From the listing below, output only the lines starting at the line that has "expect(y).toBeCloseTo(places[index]![1]!, 9);" and ending at the line that has "20, noNaN: true", exactly as they appear, ends included.

═══

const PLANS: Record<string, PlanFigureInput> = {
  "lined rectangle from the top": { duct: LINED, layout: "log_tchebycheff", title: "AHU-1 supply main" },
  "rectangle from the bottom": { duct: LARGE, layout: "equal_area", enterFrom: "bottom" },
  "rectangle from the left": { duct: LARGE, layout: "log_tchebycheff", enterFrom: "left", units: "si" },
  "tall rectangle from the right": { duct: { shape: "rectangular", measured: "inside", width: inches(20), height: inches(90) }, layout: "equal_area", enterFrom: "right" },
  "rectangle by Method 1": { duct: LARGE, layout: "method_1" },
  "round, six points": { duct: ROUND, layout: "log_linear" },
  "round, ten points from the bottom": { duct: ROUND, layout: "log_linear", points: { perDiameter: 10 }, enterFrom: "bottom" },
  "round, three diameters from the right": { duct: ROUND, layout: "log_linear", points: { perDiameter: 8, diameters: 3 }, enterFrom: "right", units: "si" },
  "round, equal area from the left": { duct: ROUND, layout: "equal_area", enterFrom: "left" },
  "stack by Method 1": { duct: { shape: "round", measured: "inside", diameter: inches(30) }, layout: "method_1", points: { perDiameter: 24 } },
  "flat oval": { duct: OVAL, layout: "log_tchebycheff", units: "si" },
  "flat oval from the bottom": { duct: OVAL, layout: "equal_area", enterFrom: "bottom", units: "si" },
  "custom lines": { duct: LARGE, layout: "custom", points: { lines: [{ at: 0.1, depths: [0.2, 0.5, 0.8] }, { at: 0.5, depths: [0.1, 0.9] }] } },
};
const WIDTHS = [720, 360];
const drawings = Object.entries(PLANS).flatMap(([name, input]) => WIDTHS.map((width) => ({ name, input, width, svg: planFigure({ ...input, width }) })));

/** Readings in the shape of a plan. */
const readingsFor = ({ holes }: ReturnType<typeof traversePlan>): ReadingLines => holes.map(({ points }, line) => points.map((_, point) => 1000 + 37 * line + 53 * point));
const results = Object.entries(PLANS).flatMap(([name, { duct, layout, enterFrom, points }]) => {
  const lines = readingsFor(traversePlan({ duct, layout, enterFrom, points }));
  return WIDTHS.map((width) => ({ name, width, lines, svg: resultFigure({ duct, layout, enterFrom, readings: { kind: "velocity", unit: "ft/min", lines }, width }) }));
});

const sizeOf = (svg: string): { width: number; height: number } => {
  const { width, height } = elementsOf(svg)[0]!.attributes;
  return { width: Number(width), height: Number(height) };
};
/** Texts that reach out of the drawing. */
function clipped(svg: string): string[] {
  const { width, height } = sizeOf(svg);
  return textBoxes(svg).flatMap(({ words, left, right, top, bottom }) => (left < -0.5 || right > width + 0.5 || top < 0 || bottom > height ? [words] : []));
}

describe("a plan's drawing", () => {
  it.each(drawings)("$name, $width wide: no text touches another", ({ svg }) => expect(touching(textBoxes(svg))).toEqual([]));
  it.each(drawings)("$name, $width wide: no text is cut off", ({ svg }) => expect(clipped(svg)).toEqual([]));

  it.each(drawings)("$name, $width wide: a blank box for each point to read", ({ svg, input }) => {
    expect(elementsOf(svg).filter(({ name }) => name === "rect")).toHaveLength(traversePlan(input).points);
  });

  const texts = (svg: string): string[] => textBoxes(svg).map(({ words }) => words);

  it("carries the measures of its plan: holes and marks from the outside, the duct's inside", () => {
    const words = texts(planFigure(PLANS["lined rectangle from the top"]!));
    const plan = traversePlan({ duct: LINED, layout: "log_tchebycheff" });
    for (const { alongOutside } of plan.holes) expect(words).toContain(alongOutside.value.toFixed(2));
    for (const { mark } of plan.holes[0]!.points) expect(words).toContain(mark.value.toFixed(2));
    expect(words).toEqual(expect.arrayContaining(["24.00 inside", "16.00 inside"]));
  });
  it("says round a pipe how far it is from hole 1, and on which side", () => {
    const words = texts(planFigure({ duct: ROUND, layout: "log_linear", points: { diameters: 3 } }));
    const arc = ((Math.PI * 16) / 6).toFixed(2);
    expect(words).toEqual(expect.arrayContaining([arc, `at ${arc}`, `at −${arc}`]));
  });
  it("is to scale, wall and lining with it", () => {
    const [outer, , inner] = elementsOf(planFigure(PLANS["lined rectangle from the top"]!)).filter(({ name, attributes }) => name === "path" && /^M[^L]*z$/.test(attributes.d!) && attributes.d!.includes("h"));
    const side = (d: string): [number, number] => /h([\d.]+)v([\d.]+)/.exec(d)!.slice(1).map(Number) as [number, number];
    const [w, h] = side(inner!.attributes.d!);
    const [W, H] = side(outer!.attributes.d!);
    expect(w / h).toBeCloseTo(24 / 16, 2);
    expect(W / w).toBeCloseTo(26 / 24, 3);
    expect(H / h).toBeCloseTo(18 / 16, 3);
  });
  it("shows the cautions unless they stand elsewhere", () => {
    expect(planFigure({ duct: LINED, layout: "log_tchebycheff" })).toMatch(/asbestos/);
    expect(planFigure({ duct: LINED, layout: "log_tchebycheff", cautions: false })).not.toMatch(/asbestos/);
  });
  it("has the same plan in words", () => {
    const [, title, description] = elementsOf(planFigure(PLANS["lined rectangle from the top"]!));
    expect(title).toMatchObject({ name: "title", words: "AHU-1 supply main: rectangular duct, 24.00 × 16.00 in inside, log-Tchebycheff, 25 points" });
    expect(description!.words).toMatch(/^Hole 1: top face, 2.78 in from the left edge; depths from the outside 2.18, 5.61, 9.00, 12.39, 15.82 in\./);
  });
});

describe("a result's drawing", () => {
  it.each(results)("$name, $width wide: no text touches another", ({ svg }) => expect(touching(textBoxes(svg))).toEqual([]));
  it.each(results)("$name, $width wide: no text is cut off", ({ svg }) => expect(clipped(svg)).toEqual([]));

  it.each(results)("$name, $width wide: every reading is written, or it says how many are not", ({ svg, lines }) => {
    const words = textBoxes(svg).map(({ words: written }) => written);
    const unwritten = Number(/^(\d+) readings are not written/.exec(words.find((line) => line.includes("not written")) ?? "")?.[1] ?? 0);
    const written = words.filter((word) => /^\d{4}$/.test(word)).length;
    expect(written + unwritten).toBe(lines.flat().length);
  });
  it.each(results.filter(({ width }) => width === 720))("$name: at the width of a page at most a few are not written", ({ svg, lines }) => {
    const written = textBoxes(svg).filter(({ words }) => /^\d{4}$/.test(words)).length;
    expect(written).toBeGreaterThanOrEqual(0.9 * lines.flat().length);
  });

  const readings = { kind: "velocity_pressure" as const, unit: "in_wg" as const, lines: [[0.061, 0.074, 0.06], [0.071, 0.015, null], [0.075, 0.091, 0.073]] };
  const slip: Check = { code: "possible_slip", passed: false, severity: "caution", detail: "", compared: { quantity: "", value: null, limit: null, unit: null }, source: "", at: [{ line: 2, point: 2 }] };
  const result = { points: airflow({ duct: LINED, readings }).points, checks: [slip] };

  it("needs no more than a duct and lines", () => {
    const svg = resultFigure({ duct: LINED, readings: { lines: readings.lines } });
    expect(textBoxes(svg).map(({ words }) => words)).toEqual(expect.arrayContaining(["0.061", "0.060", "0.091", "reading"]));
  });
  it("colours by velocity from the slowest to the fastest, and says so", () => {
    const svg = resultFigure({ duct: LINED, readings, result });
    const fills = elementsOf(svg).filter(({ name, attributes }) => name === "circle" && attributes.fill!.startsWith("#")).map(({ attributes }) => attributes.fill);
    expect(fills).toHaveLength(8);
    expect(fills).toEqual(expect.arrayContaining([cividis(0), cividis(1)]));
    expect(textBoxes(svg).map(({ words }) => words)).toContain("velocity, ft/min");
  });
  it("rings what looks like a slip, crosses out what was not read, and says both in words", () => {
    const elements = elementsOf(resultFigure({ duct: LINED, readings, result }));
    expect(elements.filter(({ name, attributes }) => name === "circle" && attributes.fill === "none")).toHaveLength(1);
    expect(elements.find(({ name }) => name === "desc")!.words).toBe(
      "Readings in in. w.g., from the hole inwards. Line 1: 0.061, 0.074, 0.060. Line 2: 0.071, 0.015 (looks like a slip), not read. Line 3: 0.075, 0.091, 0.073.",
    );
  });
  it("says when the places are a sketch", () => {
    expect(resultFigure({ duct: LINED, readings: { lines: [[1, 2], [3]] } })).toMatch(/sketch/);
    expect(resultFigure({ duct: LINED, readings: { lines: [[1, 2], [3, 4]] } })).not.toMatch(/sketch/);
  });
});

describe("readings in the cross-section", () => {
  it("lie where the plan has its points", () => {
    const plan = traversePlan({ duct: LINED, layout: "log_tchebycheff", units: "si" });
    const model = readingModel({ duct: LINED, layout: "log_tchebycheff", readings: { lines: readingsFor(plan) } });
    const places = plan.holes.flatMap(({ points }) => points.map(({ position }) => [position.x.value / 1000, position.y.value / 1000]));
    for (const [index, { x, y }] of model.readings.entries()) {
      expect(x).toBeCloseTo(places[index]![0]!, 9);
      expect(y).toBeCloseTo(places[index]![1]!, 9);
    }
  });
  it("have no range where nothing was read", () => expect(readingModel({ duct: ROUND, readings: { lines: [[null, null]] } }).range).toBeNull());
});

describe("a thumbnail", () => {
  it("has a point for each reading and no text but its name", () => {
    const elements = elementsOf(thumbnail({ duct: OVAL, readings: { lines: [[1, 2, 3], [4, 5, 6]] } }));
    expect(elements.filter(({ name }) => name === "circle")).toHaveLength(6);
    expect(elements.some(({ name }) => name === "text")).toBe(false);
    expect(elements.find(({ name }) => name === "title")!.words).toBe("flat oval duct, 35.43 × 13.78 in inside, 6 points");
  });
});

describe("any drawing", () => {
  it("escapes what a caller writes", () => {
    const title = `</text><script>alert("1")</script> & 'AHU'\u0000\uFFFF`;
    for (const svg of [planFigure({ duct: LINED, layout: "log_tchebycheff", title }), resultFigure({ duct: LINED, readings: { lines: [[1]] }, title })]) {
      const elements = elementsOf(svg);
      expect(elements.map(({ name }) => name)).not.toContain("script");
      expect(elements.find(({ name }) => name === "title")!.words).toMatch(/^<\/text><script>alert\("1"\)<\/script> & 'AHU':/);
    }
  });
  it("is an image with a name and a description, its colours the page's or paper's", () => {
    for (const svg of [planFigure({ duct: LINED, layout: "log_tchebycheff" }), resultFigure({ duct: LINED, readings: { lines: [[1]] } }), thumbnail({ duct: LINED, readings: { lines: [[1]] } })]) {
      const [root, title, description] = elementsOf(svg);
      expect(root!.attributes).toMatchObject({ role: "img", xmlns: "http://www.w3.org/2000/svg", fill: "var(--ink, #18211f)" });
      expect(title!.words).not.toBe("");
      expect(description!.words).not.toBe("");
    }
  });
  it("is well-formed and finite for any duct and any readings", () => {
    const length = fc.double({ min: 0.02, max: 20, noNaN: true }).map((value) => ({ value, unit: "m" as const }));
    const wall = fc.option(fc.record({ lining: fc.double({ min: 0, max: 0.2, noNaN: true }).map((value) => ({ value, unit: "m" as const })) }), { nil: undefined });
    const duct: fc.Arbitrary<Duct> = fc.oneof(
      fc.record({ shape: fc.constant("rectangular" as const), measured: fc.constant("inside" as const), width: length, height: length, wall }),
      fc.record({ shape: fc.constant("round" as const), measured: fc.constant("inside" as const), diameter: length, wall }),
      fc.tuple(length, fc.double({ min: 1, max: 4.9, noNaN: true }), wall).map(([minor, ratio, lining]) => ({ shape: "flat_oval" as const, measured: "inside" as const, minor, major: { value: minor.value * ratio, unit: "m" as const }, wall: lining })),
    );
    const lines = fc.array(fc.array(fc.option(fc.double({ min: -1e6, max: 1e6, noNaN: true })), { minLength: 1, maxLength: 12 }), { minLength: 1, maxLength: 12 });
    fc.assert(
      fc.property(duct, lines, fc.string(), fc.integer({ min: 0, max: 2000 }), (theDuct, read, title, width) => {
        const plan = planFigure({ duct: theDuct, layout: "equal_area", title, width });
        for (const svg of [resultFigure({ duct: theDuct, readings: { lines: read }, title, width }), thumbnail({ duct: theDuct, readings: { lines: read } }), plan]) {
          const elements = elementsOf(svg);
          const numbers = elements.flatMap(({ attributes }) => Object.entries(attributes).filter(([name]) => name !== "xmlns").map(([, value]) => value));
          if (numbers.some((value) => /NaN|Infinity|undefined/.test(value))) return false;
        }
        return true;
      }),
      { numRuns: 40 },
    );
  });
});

═══

● **Answer for the task**:
      expect(y).toBeCloseTo(places[index]![1]!, 9);
    }
  });
  it("have no range where nothing was read", () => expect(readingModel({ duct: ROUND, readings: { lines: [[null, null]] } }).range).toBeNull());
});

describe("a thumbnail", () => {
  it("has a point for each reading and no text but its name", () => {
    const elements = elementsOf(thumbnail({ duct: OVAL, readings: { lines: [[1, 2, 3], [4, 5, 6]] } }));
    expect(elements.filter(({ name }) => name === "circle")).toHaveLength(6);
    expect(elements.some(({ name }) => name === "text")).toBe(false);
    expect(elements.find(({ name }) => name === "title")!.words).toBe("flat oval duct, 35.43 × 13.78 in inside, 6 points");
  });
});

describe("any drawing", () => {
  it("escapes what a caller writes", () => {
    const title = `</text><script>alert("1")</script> & 'AHU'\u0000\uFFFF`;
    for (const svg of [planFigure({ duct: LINED, layout: "log_tchebycheff", title }), resultFigure({ duct: LINED, readings: { lines: [[1]] }, title })]) {
      const elements = elementsOf(svg);
      expect(elements.map(({ name }) => name)).not.toContain("script");
      expect(elements.find(({ name }) => name === "title")!.words).toMatch(/^<\/text><script>alert\("1"\)<\/script> & 'AHU':/);
    }
  });
  it("is an image with a name and a description, its colours the page's or paper's", () => {
    for (const svg of [planFigure({ duct: LINED, layout: "log_tchebycheff" }), resultFigure({ duct: LINED, readings: { lines: [[1]] } }), thumbnail({ duct: LINED, readings: { lines: [[1]] } })]) {
      const [root, title, description] = elementsOf(svg);
      expect(root!.attributes).toMatchObject({ role: "img", xmlns: "http://www.w3.org/2000/svg", fill: "var(--ink, #18211f)" });
      expect(title!.words).not.toBe("");
      expect(description!.words).not.toBe("");
    }
  });
  it("is well-formed and finite for any duct and any readings", () => {
    const length = fc.double({ min: 0.02, max: 20, noNaN: true }).map((value) => ({ value, unit: "m" as const }));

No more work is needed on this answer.